Why does more spacers equal less aero, given they are skinnier than the head tube? No matter which brand I choose, wouldn't I ultimately be in the same position body wise? How about the optional 20mm cone spacer that comes with the Felt? Does that effectively lengthen the headtube and is this better than stem spacers?

I guess, I've now narrowed my choices down to a 56cm Felt AR2 with 90mm stem flipped and the 2cm cone spacer + 1/2cm of stem spacers 
or a 56cm Cervelo S3 with 1/2cm of stem spacers and a 95mm stem flipped. Would your advice still be the 56cm S3?

I had a retul fit which basically said that my saddle setback should be 5.5cm and handlebar drop only 6cm.

Sorry for the the detailed post. I have a lot to consider. Thanks for your time.


----------



## Superdave3T (May 11, 2009)

Bridgey said:


> Thanks for responding SuperDave. Given you represent Felt, it means a lot for you to recommend the S3.
> Why does more spacers equal less aero, given they are skinnier than the head tube? No matter which brand I choose, wouldn't I ultimately be in the same position body wise? How about the optional 20mm cone spacer that comes with the Felt? Does that effectively lengthen the headtube and is this better than stem spacers?
> I guess, I've now narrowed my choices down to a 56cm Felt AR2 with 90mm stem flipped and the 2cm cone spacer + 1/2cm of stem spacers
> or a 56cm Cervelo S3 with 1/2cm of stem spacers and a 95mm stem flipped. Would your advice still be the 56cm S3?


The head tube is an aerodynamic element.
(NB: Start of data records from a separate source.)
"""Text lines and the plot for the spectrum, the ASE and the self-lasing verdict (formatting only)."""

from __future__ import annotations


def spectrum_lines(plan) -> list[str]:
    """Summary lines: self-lasing, the spectrum at the switch-out (if computed), the ASE."""
    out: list[str] = []
    sl = plan.self_lasing
    if sl is not None:
        verdict = ("LASES BY ITSELF" if sl.lases else
                   "Q-switches if the seed is missing" if sl.lases_without_seed else "no self-lasing")
        rt = sl.noise_round_trips if sl.lases else sl.unseeded_noise_round_trips
        out.append(f"self-lasing: {verdict} (closed with the cell {sl.closed_state}; noise reaches 1 % "
                   f"of the stored energy in {rt if rt is not None else 'no'} round trips; closed "
                   f"{sl.closed_round_trips} round trips between seed pulses, {sl.unseeded_round_trips} "
                   "without a seed)")
    s = plan.spectrum
    if s is not None:
        out.append(f"spectrum: {s.input_fwhm_m * 1e9:.3g} nm in, {s.output_fwhm_m * 1e9:.3g} nm out at "
                   f"{s.output_center_m * 1e9:.4g} nm (gain line {s.gain_line_fwhm_m * 1e9:.3g} nm at "
                   f"{s.gain_line_center_m * 1e9:.4g} nm); shortest compressed pulse "
                   f"{s.transform_limited_fwhm_s * 1e15:.3g} fs (input {s.input_transform_limited_fwhm_s * 1e15:.3g} fs)")
    a = plan.ase
    if a is not None:
        out.append(f"ASE: {a.energy_J:.3g} J leaves with the pulse (pulse/ASE energy {a.ratio:.3g}, "
                   f"peak over the ns pedestal {a.pedestal_ratio:.3g}; a 1e6 energy ratio needs a seed of "
                   f"about {a.seed_energy_for_ratio_J:.3g} J; an upper bound)")
    return out


def plot_spectrum(plan, path: str) -> None:
    """Input and output spectra (normalised) against wavelength, PNG at ``path``."""
    from regentime.reports.plots import _pyplot, save_figure

    s = plan.spectrum
    plt = _pyplot(path)
    fig, ax = plt.subplots(figsize=(7, 4))
    lam = s.wavelength_m * 1e9
    ax.plot(lam, s.input_spectrum / s.input_spectrum.max(), label=f"seed ({s.input_fwhm_m * 1e9:.3g} nm)")
    ax.plot(lam, s.output_spectrum / s.output_spectrum.max(),
            label=f"switched out ({s.output_fwhm_m * 1e9:.3g} nm)")
    ax.set_xlabel("wavelength (nm)")
    ax.set_ylabel("spectral energy (normalised)")
    ax.set_title("Spectrum after the build-up")
    ax.legend()
    fig.tight_layout()
    save_figure(fig, path)
    plt.close(fig)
This is an area where the UCI does not restrict the chord / aspect ratio to 3:1. We are able to create an airfoil that reduces drag at higher yaw angles and maintains a lower drag than a round ~38mm diameter cylinder (headset spacers). For a given position and a Felt AR you'll want the most frame under you as possible if you are looking for an aerodynamic advantage. Additionally the larger frames are made proportionally stiffer.

90mm stems are not outside the "normal" range for a road bike and if you can swap the deeper drop Tornova bars with a Zefiro or Ergonova from 3T you can bring the lower bar position up a bit. Additionally a "pistol grip" or hoods up placement of the STI levers can also reduce saddle/bar reach as much as 4cm. The reach adjustment and the bonus sprint shifters added as an OEM upgrade on the AR2 help maintain and ergonomic and easy-to-control cockpit.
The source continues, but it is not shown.